Paintings help preserve quaint cottages in Indian Rocks Beach

A trio of artists create canvases of the houses along Gulf Boulevard, reminding people why they want to live in the small homes instead of high-rise condos.

From left, Mary Rose Holmes, Violetta Chandler and Helen Tilston of Indian Rocks Beach hope to create a historical record through their work and inspire people to preserve IRB's beachfront cottages.  [Bronte Wittpenn | Florida Beach Insider photo]
From left, Mary Rose Holmes, Violetta Chandler and Helen Tilston of Indian Rocks Beach hope to create a historical record through their work and inspire people to preserve IRB's beachfront cottages. [Bronte Wittpenn | Florida Beach Insider photo]

INDIAN ROCKS BEACH — Mary-Rose Holmes and her husband Dwight had seasonal tourists in mind when they bought their place among the small cottages on the sand two decades ago.

But they’ve never once offered it for rent. Instead, they moved in, leaving behind their South Tampa home.

"Can you blame us?" Mary-Rose Holmes said with a laugh. "It's beautiful here."

Holmes gets credit, though, for more than just her appreciation of all the picturesque cottages dotting a 28-block beachfront strip of Indian Rocks Beach’s Gulf Blvd.

Along with fellow artists Violetta Chandler and Helen Tilston, Holmes has worked to preserve the beauty of the strip through their group the Plein Aire Cottage Painters.

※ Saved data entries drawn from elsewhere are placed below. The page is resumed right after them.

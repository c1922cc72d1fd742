import { describe, expect, it } from 'vitest';
import { mkdtemp, writeFile } from 'node:fs/promises';
import { tmpdir } from 'node:os';
import { join } from 'node:path';
import { buildWav, interleave, writeFixture, FORMAT_FLOAT } from '../helpers/wav-writer.js';
import { gaussian } from '../helpers/random.js';
import { runCli } from '../helpers/cli.js';

describe('wiring', () => {
  it('keys new, screen --sign --ledger, verify', async () => {
    const dir = await mkdtemp(join(tmpdir(), 'audit-wire-'));
    const rec = await writeFixture(dir, 'a.wav', buildWav({ fmt: { formatTag: FORMAT_FLOAT, channels: 1, sampleRate: 1024, bitsPerSample: 32 }, data: interleave('float32', [Array.from(gaussian(20480, 1))]) }));
    const rules = join(dir, 'lab.yaml');
    await writeFile(rules, 'format: 1\nname: lab\nchecks:\n  non-finite: on\n');
    expect((await runCli(['keys', 'new', '--out', join(dir, 'lab')])).code).toBe(0);
    const s = await runCli(['screen', rec, '--rules', rules, '--json', join(dir, 'r.json'), '--junit', join(dir, 'j.xml'), '--sign', join(dir, 'lab.key'), '--ledger', join(dir, 'l.jsonl')]);
    console.log(s);
    const v = await runCli(['verify', join(dir, 'r.json'), '--key', join(dir, 'lab.pub'), '--ledger', join(dir, 'l.jsonl')]);
    console.log(v);
    expect(v.code).toBe(0);
    console.log(await runCli(['screen', rec, '--rules', rules, '--sign', join(dir, 'lab.pub')]));
    console.log(await runCli(['screen', rec, '--rules', rules, '--json', join(dir, 'x.json'), '--sign', join(dir, 'lab.pub')]));
    console.log(await runCli(['screen', rec, '--rules', rules, '--json', join(dir, 'nodir', 'x.json'), '--sign', join(dir, 'lab.key')]));
  });
});
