describe('html report: channels that warn or fail', () => {
  it('shows frame trends and the waveform excerpt only for channels that warn or fail', () => {
    for (const { result, detail, html } of [
      { ...lab, html: labHtml },
      { ...mixed, html: mixedHtml },
    ]) {
      for (const r of result.recordings) {
        const d = detail.get(r.path);
        r.channels.forEach((c, position) => {
          const flagged = c.verdict === 'fail' || c.verdict === 'warn';
          const mine = (b: Block) => b.attrs['data-recording'] === r.path && b.attrs['data-channel'] === c.name;
          const trends = svgs(html, 'trend').filter(mine);
          const excerpts = svgs(html, 'excerpt').filter(mine);
          const where = `${r.path} ${c.name} ${c.verdict}`;
          expect(trends.map((t) => t.attrs['data-stat']), where).toEqual(flagged ? ['frame-rms', 'frame-mean', 'frame-kurtosis', 'frame-skewness'] : []);
          expect(excerpts.length, where).toBe(flagged && d?.[position].excerpt ? 1 : 0);
        });
      }
    }
    // not vacuous: some channels have an excerpt, some flagged ones do not (no time span)
    expect(svgs(labHtml, 'excerpt').length).toBeGreaterThan(2);
    expect(labHtml).toContain('No waveform excerpt');
  });

  it("shades the finding's time span in the trends and the excerpt", () => {
    const r = lab.result.recordings[0];
    const spiky = r.channels.find((c) => c.name === 'acc-02')!;
    const kurt = spiky.findings.find((f) => f.check === 'kurtosis')!;
    expect(kurt.status).toBe('fail');
    expect(kurt.at).toEqual({ startS: 12, endS: 13 });
    const mine = (b: Block) => b.attrs['data-recording'] === r.path && b.attrs['data-channel'] === 'acc-02';
    const excerpt = svgs(labHtml, 'excerpt').find(mine)!;
    const spansOf = (b: Block) => [...b.body.matchAll(/<g class="span" data-status="(\w+)"><title>([^<]*)<\/title>/g)].map((m) => ({ status: m[1], title: unescape(m[2]) }));
    // skewness and kurtosis both failed on the frame at 12–13 s: one span names both
    const both = 'skewness, kurtosis fail at 12–13 s';
    expect(spansOf(excerpt)).toEqual([{ status: 'fail', title: both }]);
    expect(both).toContain(excerpt.attrs['data-check']);
    const trends = svgs(labHtml, 'trend').filter(mine);
    expect(trends).toHaveLength(4);
    for (const trend of trends) {
      // the symmetry warning, at the largest peak, is another span
      expect(spansOf(trend).map((s) => s.title)).toEqual(expect.arrayContaining([both, expect.stringMatching(/^symmetry warn at 12\.7/)]));
    }
  });

  it('draws the frame limits of kurtosis and skewness on their trends', () => {
    const r = lab.result.recordings[0];
    const trend = svgs(labHtml, 'trend').find((t) => t.attrs['data-recording'] === r.path && t.attrs['data-channel'] === 'acc-02' && t.attrs['data-stat'] === 'frame-kurtosis')!;
    expect(elements(trend.body, 'line', 'limit').map((l) => Number(l['data-value']))).toEqual(kurtosis.defaults.frames);
  });

  it('keeps every peak of a long excerpt while drawing at most two points per pixel column', () => {
    const { result, detail } = mixedReport();
    const path = result.recordings[0].path;
    const values = new Array<number>(200_000).fill(0).map((_, i) => 0.5 * Math.sin(i / 7));
    values[123_457] = 10; // one sample: decimating by picking every k-th sample would lose it
    values[7] = -10;
    detail.get(path)![1].excerpt = { startS: 11, sampleRate: 100_000, values, check: 'kurtosis' };
    const html = htmlReport(result, detail);
    const excerpt = svgs(html, 'excerpt').find((e) => e.attrs['data-channel'] === 'acc-02')!;
    const d = /<path class="series" d="([^"]*)"/.exec(excerpt.body)![1];
    const numbers = d.replace(/[ML]/g, ' ').trim().split(/\s+/).map(Number);
    const ys = numbers.filter((_, i) => i % 2 === 1);
    const width = Number(excerpt.attrs.width);
    expect(ys.length).toBeLessThanOrEqual(2 * width);
    expect(ys.length).toBeGreaterThan(width); // an envelope: a min and a max in most columns
    // the value → y map, from the y axis' tick labels; both one-sample spikes must be drawn
    const ticks = [...excerpt.body.matchAll(/<text class="tick" x="[\d.]+" y="([\d.]+)" dy="0.32em" text-anchor="end">([^<]+)<\/text>/g)].map((m) => ({ y: Number(m[1]), v: Number(m[2]) }));
    expect(ticks.length).toBeGreaterThanOrEqual(2);
    const [a, b] = [ticks[0], ticks.at(-1)!];
    const yOf = (v: number) => a.y + ((v - a.v) / (b.v - a.v)) * (b.y - a.y);
    expect(Math.min(...ys)).toBeCloseTo(yOf(10), 0);
    expect(Math.max(...ys)).toBeCloseTo(yOf(-10), 0);
  });

  it('says so when a flagged channel has no detail', () => {
    const html = htmlReport(mixed.result, new Map());
    expect(svgs(html, 'trend')).toHaveLength(0);
    expect(html).toContain('No frame trends were given for this channel.');
  });
});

For 18 years, the trio’s body of work has helped remind cottage owners of what makes their neighborhood special, city officials say. It provides incentive to say “No” when eager developers come calling.

Now, the three women are the subject of a new documentary, Save Our Cottages: Artists with a Cause, produced by the Emmy Award-winning team of Lynn Marvin Dingfelder and Larry Wiezycki.

It premieres Nov. 16, 2018, with screenings at 7:30 p.m. and 8:30 p.m. at the Central Park Performing Arts Center in Largo. Tickets are available at saveourcottagesdoc.org.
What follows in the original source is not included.